What would change my reading? Concrete disclosures. The updated S-1 risk factors from Anthropic, the Hong Kong prospectus from Moonshot, and the first quarterly report from any listed AI company. I want to see the related-party revenue schedule, the customer concentration table, and the disclosure of off-balance-sheet obligations. I want to know whether the 71 billion dollar financing contains mark-to-market triggers or collateral maintenance covenants that could force asset sales during a downturn.
The first down round in this sector will be the signal. It will not be announced as a down round. It will be framed as a strategic restructuring or a delayed offering or a revised partnership structure. The mechanics will be the same: later capital will receive better terms, earlier investors will be diluted, and the marketing materials will emphasize a longer runway and a more conservative growth profile.
I have run this playbook before. In the Terra Luna post-mortem, the collapse was not caused by a single bug. It was caused by an incentive misalignment that persisted because the founders controlled the audit trail and the community trusted the brand instead of the collateral. The same structure is visible here. Trust the collateral, not the cult. Audit the capital structure, ignore the charismatic CEO. The model leaderboard changes quarterly. The liability stack does not.

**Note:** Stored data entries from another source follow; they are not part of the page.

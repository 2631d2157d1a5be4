/** Small constructors so every check module builds Check objects the same way. */
import type { Check, CheckStatus } from './types.ts';

export interface CheckFields {
  id: string;
  title: string;
  product: string | null;
  measured?: number | string | null;
  tolerance?: number | string | null;
  unit?: string | null;
  message: string;
}

export function makeCheck(status: CheckStatus, f: CheckFields): Check {
  return {
    id: f.id,
    title: f.title,
    product: f.product,
    status,
    measured: f.measured ?? null,
    tolerance: f.tolerance ?? null,
    unit: f.unit ?? null,
    message: f.message,
  };
}

/** pass when ok, otherwise `badStatus` (fail by default). */
export function verdict(ok: boolean, f: CheckFields, okMessage: string, badStatus: CheckStatus = 'fail'): Check {
  return makeCheck(ok ? 'pass' : badStatus, { ...f, message: ok ? okMessage : f.message });
}

/** Round for display in messages without hiding the order of magnitude. */
export function fmt(x: number): string {
  if (!Number.isFinite(x)) return String(x);
  if (Number.isSafeInteger(x)) return String(x);
  const a = Math.abs(x);
  if (a >= 1e-3 && a < 1e6) return String(Number(x.toPrecision(6)));
  return x.toExponential(4);
}
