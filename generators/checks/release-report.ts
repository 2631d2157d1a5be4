/**
 * A release's checks as text for people (`kiln report`, a refused build): what needs action
 * first — failed, then open review items, warnings, accepted items — each with the measured
 * value against the allowed one; passes summarised unless asked for. Pure.
 */
import { countStatuses, summaryLine } from './report.ts';
import { fmt } from './make-check.ts';
import type { Check, CheckStatus } from './types.ts';

/** Reading order: what blocks a candidate first. */
export const REPORT_ORDER: readonly CheckStatus[] = ['fail', 'review', 'warn', 'accepted', 'pass'];

const show = (v: number | string | null, unit: string | null): string => (v === null ? '' : `${typeof v === 'number' ? fmt(v) : v}${unit ? ` ${unit}` : ''}`);

/** "FAIL    rmf.rows.sum-le-1 [fi0-rmf]  measured 1.2, allowed 1.00001: row 5 sums to 1.2". */
export function reportLine(c: Check): string {
  const m = show(c.measured, c.unit);
  const t = show(c.tolerance, c.unit);
  const numbers = [m && `measured ${m}`, t && `allowed ${t}`].filter(Boolean).join(', ');
  const signed = c.acceptance ? ` — accepted by ${c.acceptance.role}: ${c.acceptance.reason}` : '';
  return `${c.status.toUpperCase().padEnd(8)} ${c.id}${c.product ? ` [${c.product}]` : ''}${numbers ? `  ${numbers}` : ''}: ${c.message}${signed}`;
}

export function sortForReport(checks: readonly Check[]): Check[] {
  const rank = (c: Check) => REPORT_ORDER.indexOf(c.status);
  // Stable: within a status, the build's order (product by product).
  return checks.map((c, i) => ({ c, i })).sort((a, b) => rank(a.c) - rank(b.c) || a.i - b.i).map((x) => x.c);
}

export interface ReleaseReportOptions {
  /** List passing checks too (default: counted only). */
  passing?: boolean;
  /** Only these statuses (a refused build lists its failures). */
  only?: readonly CheckStatus[];
}

export function formatReleaseReport(title: string, checks: readonly Check[], opts: ReleaseReportOptions = {}): string {
  const shown = sortForReport(checks).filter((c) => (opts.only ? opts.only.includes(c.status) : opts.passing || c.status !== 'pass'));
  return [title, ...shown.map((c) => `  ${reportLine(c)}`), `  ${summaryLine(countStatuses(checks), checks.length)}`].join('\n');
}
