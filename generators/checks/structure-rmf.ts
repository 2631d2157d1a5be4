/**
 * OGIP structure of a redistribution matrix file. Requirements written from memory of OGIP
 * CAL/GEN/92-002 ("The Calibration Requirements for Spectral Analysis") and its addendum 92-002a:
 *  - extension MATRIX (or SPECRESP MATRIX when the effective area is folded in) with columns
 *    ENERG_LO, ENERG_HI (keV), N_GRP, F_CHAN, N_CHAN, MATRIX; keywords HDUCLASS='OGIP',
 *    HDUCLAS1='RESPONSE', HDUCLAS2='RSP_MATRIX', HDUVERS='1.3.0' (older 1.1.0/1.2.0 still seen),
 *    HDUCLAS3 in REDIST | DETECTOR | FULL, TELESCOP, INSTRUME, FILTER, CHANTYPE PI | PHA, DETCHANS,
 *    LO_THRES, and TLMIN on F_CHAN giving the first channel (1 assumed when absent);
 *  - extension EBOUNDS with columns CHANNEL, E_MIN, E_MAX (keV); HDUCLAS2='EBOUNDS',
 *    HDUVERS='1.2.0', CHANTYPE and DETCHANS matching the matrix.
 */
import { columnUnits, findColumn, requiredColumns } from './columns.ts';
import { extensionPresent } from './find-hdu.ts';
import { keywordNumber, keywordOneOf, keywordPresent, keywordVersion, type KeywordTarget } from './keywords.ts';
import { makeCheck } from './make-check.ts';
import type { Check, FileView } from './types.ts';

export const RMF_MATRIX_EXTNAMES = ['MATRIX', 'SPECRESP MATRIX'] as const;
export const RMF_MATRIX_COLUMNS = ['ENERG_LO', 'ENERG_HI', 'N_GRP', 'F_CHAN', 'N_CHAN', 'MATRIX'] as const;
export const EBOUNDS_COLUMNS = ['CHANNEL', 'E_MIN', 'E_MAX'] as const;
const HDUCLAS3_VALUES = ['REDIST', 'DETECTOR', 'FULL'] as const;
const CHANTYPE_VALUES = ['PI', 'PHA'] as const;
/** 92-002a revisions of the matrix layout: 1.3.0 current; 1.0.0–1.2.x older but readable. */
const RMF_HDUVERS = ['1.3.0'];
const RMF_HDUVERS_TOLERATED = /^1\.[0-3]\.\d+$/;
const EBOUNDS_HDUVERS = ['1.2.0'];
const EBOUNDS_HDUVERS_TOLERATED = /^1\.[0-3]\.\d+$/;

const isPositiveInteger = (x: number) => Number.isInteger(x) && x > 0;

export function checkRmfStructure(view: FileView, product: string | null): Check[] {
  const m = extensionPresent(view, 'rmf.ext.matrix', 'matrix extension present', RMF_MATRIX_EXTNAMES, product);
  const e = extensionPresent(view, 'rmf.ext.ebounds', 'EBOUNDS extension present', ['EBOUNDS'], product);
  const matrix = m.hdu;
  const ebounds = e.hdu;
  const out: Check[] = [m.check, e.check];

  if (matrix) {
    const t: KeywordTarget = { idPrefix: 'rmf.matrix', hdu: matrix, product };
    out.push(requiredColumns('rmf.matrix', matrix, RMF_MATRIX_COLUMNS, product));
    out.push(
      ...columnUnits('rmf.matrix', matrix, [
        { column: 'ENERG_LO', unit: 'keV' },
        { column: 'ENERG_HI', unit: 'keV' },
      ], product),
    );
    out.push(
      keywordOneOf(t, 'HDUCLASS', ['OGIP']),
      keywordOneOf(t, 'HDUCLAS1', ['RESPONSE']),
      keywordOneOf(t, 'HDUCLAS2', ['RSP_MATRIX']),
      keywordVersion(t, 'HDUVERS', RMF_HDUVERS, RMF_HDUVERS_TOLERATED),
      // 92-002a makes HDUCLAS3 recommended rather than mandatory: missing is a warning.
      keywordOneOf(t, 'HDUCLAS3', HDUCLAS3_VALUES, 'warn'),
      keywordPresent(t, 'TELESCOP'),
      keywordPresent(t, 'INSTRUME'),
      keywordPresent(t, 'FILTER'),
      keywordOneOf(t, 'CHANTYPE', CHANTYPE_VALUES),
      keywordNumber(t, 'DETCHANS', isPositiveInteger, 'positive integer'),
      keywordNumber(t, 'LO_THRES', (x) => x >= 0, 'number ≥ 0', null, 'warn'),
    );
    out.push(checkFChanTlmin(matrix, product));
  }

  if (ebounds) {
    const t: KeywordTarget = { idPrefix: 'rmf.ebounds', hdu: ebounds, product };
    out.push(requiredColumns('rmf.ebounds', ebounds, EBOUNDS_COLUMNS, product));
    out.push(
      ...columnUnits('rmf.ebounds', ebounds, [
        { column: 'E_MIN', unit: 'keV' },
        { column: 'E_MAX', unit: 'keV' },
      ], product),
    );
    out.push(
      keywordOneOf(t, 'HDUCLASS', ['OGIP']),
      keywordOneOf(t, 'HDUCLAS1', ['RESPONSE']),
      keywordOneOf(t, 'HDUCLAS2', ['EBOUNDS']),
      keywordVersion(t, 'HDUVERS', EBOUNDS_HDUVERS, EBOUNDS_HDUVERS_TOLERATED, 'warn'),
      keywordOneOf(t, 'CHANTYPE', CHANTYPE_VALUES),
      keywordNumber(t, 'DETCHANS', isPositiveInteger, 'positive integer'),
    );
  }

  if (matrix && ebounds) out.push(...checkDetchansAgreement(matrix, ebounds, product));
  return out;
}

/** TLMIN of F_CHAN names the first channel; 92-002a: when absent, readers assume 1 (warn). */
function checkFChanTlmin(matrix: FileView['hdus'][number], product: string | null): Check {
  const col = findColumn(matrix, 'F_CHAN');
  const base = { id: 'rmf.matrix.tlmin-f_chan', title: 'TLMIN of F_CHAN (first channel)', product, tolerance: 'integer, usually 0 or 1' };
  if (!col) return makeCheck('fail', { ...base, message: 'no F_CHAN column, first channel unknown' });
  if (col.tlmin === undefined) {
    return makeCheck('warn', { ...base, message: 'F_CHAN has no TLMIN; readers will assume the first channel is 1' });
  }
  const ok = Number.isInteger(col.tlmin) && col.tlmin >= 0;
  return makeCheck(ok ? 'pass' : 'fail', {
    ...base,
    measured: col.tlmin,
    message: ok ? `first channel ${col.tlmin}` : `TLMIN of F_CHAN = ${col.tlmin}; expected a non-negative integer`,
  });
}

/** DETCHANS of MATRIX and EBOUNDS agree, and EBOUNDS has exactly DETCHANS rows; CHANTYPE agrees. */
function checkDetchansAgreement(matrix: FileView['hdus'][number], ebounds: FileView['hdus'][number], product: string | null): Check[] {
  const dm = matrix.header.get('DETCHANS');
  const de = ebounds.header.get('DETCHANS');
  const rows = ebounds.rows;
  const ok = typeof dm === 'number' && dm === de && dm === rows;
  const ctM = matrix.header.get('CHANTYPE');
  const ctE = ebounds.header.get('CHANTYPE');
  const ctOk = ctM !== undefined && ctM === ctE;
  return [
    makeCheck(ok ? 'pass' : 'fail', {
      id: 'rmf.detchans.agree',
      title: 'DETCHANS agrees between MATRIX, EBOUNDS and EBOUNDS rows',
      product,
      measured: `MATRIX ${String(dm)}, EBOUNDS ${String(de)}, EBOUNDS rows ${rows}`,
      tolerance: 'all equal',
      message: ok ? `${dm} channels everywhere` : `channel counts disagree: MATRIX DETCHANS=${String(dm)}, EBOUNDS DETCHANS=${String(de)}, EBOUNDS has ${rows} rows`,
    }),
    makeCheck(ctOk ? 'pass' : 'fail', {
      id: 'rmf.chantype.agree',
      title: 'CHANTYPE agrees between MATRIX and EBOUNDS',
      product,
      measured: `MATRIX ${String(ctM)}, EBOUNDS ${String(ctE)}`,
      tolerance: 'equal',
      message: ctOk ? `CHANTYPE ${String(ctM)}` : `CHANTYPE differs: MATRIX ${String(ctM)}, EBOUNDS ${String(ctE)}`,
    }),
  ];
}
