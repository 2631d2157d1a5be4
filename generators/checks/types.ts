/**
 * Shapes the checks work on. Checks never touch FITS bytes directly (except checksum.ts): they
 * read a structural view of the file (HDU names, header keyword lookup, column names and units)
 * and the in-memory products of generators/response/types.ts. The view is deliberately minimal so
 * that any FITS reader can be adapted to it (see fits-view.ts).
 */
import type { Check, CheckStatus } from '../site-data/types.ts';

export type { Check, CheckStatus };

/** A keyword → value lookup of one header. Strings come without quotes or trailing blanks. */
export interface HeaderLookup {
  get(keyword: string): string | number | boolean | undefined;
  has(keyword: string): boolean;
}

export interface ColumnView {
  /** TTYPEn, as written (compare case-insensitively). */
  name: string;
  /** TFORMn, e.g. "1E", "1PJ(3)". */
  form: string;
  /** TUNITn, or undefined when absent. */
  unit: string | undefined;
  /** TLMINn / TLMAXn when present. */
  tlmin: number | undefined;
  tlmax: number | undefined;
}

export interface HduView {
  /** 0 for the primary HDU. */
  index: number;
  /** EXTNAME ('' for the primary HDU or an unnamed extension). */
  name: string;
  header: HeaderLookup;
  /** Binary-table columns; empty for images. */
  columns: ColumnView[];
  /** Number of rows (NAXIS2) for tables, 0 otherwise. */
  rows: number;
  /** CHECKSUM/DATASUM state as computed by the FITS reader, when it verified them. */
  sums?: HduSums;
}

/** Result of verifying the FITS checksum convention on one HDU. */
export interface HduSums {
  checksum: 'ok' | 'bad' | 'absent';
  datasum: 'ok' | 'bad' | 'absent';
  /** Ones'-complement sum of the whole HDU (0xFFFFFFFF when CHECKSUM is right). */
  hduSum: number;
  /** Ones'-complement sum of the data unit. */
  dataSum: number;
  storedDatasum?: string;
}

/** What the file looks like to the checks. */
export interface FileView {
  fileName: string;
  hdus: HduView[];
}

/** The product kinds `checkFile` recognises. */
export type CheckedKind = 'rmf' | 'arf' | 'pha' | 'unknown';

/** Per-product context passed to every check: the product id written into each Check. */
export interface CheckContext {
  product: string | null;
}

The practical calendar is short. Anthropic is expected to move toward its October listing. Moonshot's Hong Kong filing will test whether international institutions accept Chinese AI at premium multiples. OpenAI waits in the wings, holding the advantage of watching its competitor price first. If Anthropic prices below the 965 billion figure, the entire sector reprices. If it prices above, the short sellers will have their target.

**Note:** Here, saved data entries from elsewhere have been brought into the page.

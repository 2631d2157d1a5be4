import { chi2Of, type LsqProblem } from '../../generators/fit/lsq.ts';
import { spdInverse } from '../../generators/fit/linalg.ts';

/** 2·H⁻¹ with H the Hessian of χ² by central finite differences over the listed parameters (independent of JᵀWJ). */
export function finiteDifferenceCovariance(p: LsqProblem, theta: number[], freeIdx: number[], steps: number[]): number[][] {
  const m = freeIdx.length;
  const f = (d: number[]) => {
    const t = theta.slice();
    freeIdx.forEach((k, j) => (t[k] += d[j]));
    return chi2Of(p, t);
  };
  const h = Array.from({ length: m }, () => new Array<number>(m).fill(0));
  for (let a = 0; a < m; a++)
    for (let b = 0; b < m; b++) {
      const e = (i: number, s: number) => Array.from({ length: m }, (_, k) => (k === i ? s * steps[i] : 0));
      const add = (x: number[], y: number[]) => x.map((v, k) => v + y[k]);
      h[a][b] =
        (f(add(e(a, 1), e(b, 1))) - f(add(e(a, 1), e(b, -1))) - f(add(e(a, -1), e(b, 1))) + f(add(e(a, -1), e(b, -1)))) /
        (4 * steps[a] * steps[b]);
    }
  const inv = spdInverse(h);
  if (!inv) throw new Error('finite-difference Hessian not positive definite');
  return inv.map((r) => r.map((v) => 2 * v));
}

export function meanStd(xs: number[]): { mean: number; std: number } {
  const mean = xs.reduce((a, b) => a + b, 0) / xs.length;
  const std = Math.sqrt(xs.reduce((a, b) => a + (b - mean) ** 2, 0) / (xs.length - 1));
  return { mean, std };
}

My recommendation to institutional readers is unchanged from my ICO work in 2017. Verify before you verify the verifier. The memo that outlines these three exit strategies relies on sources that have not been independently confirmed. The acquisition that was supposedly abandoned may not have been definitive. The off-balance-sheet structure may change before filing. The revenue figures may include elements that disappear under audit. None of this is conspiracy. It is the normal state of private markets where information is a strategic asset.
The question that matters is not whether AI is real. It is real. The question is whether these specific capital structures can service the obligations they have taken on while maintaining the growth rates their valuations require. The answer will arrive not in a press release, but in a prospectus. Read it the way you would read a smart contract: line by line, looking for the clause that transfers risk to the party who did not write the terms.
The window for rational entry is before the first public earnings call and after the first full disclosure. Everything before that is priced hope. Everything after that is priced reality. The gap between them is where capital is made and destroyed. The labs are selling futures on intelligence. What they are actually delivering is a leveraged balance sheet with an option on compute. Price the option, stress the balance sheet, and ignore the demo. The demo is not the asset. The asset is the obligation structure, and it has not yet been tested in public.
A 965 billion dollar valuation is a number that survives only if the underlying company can convince the public market that its growth is real, its related-party revenue is immaterial, and its off-balance-sheet obligations are contained. The first public market will deliver that verdict within twelve months. Until then, the rational position is liquidity, patience, and a willingness to wait for the ledger to catch up to the narrative. The ledger always settles.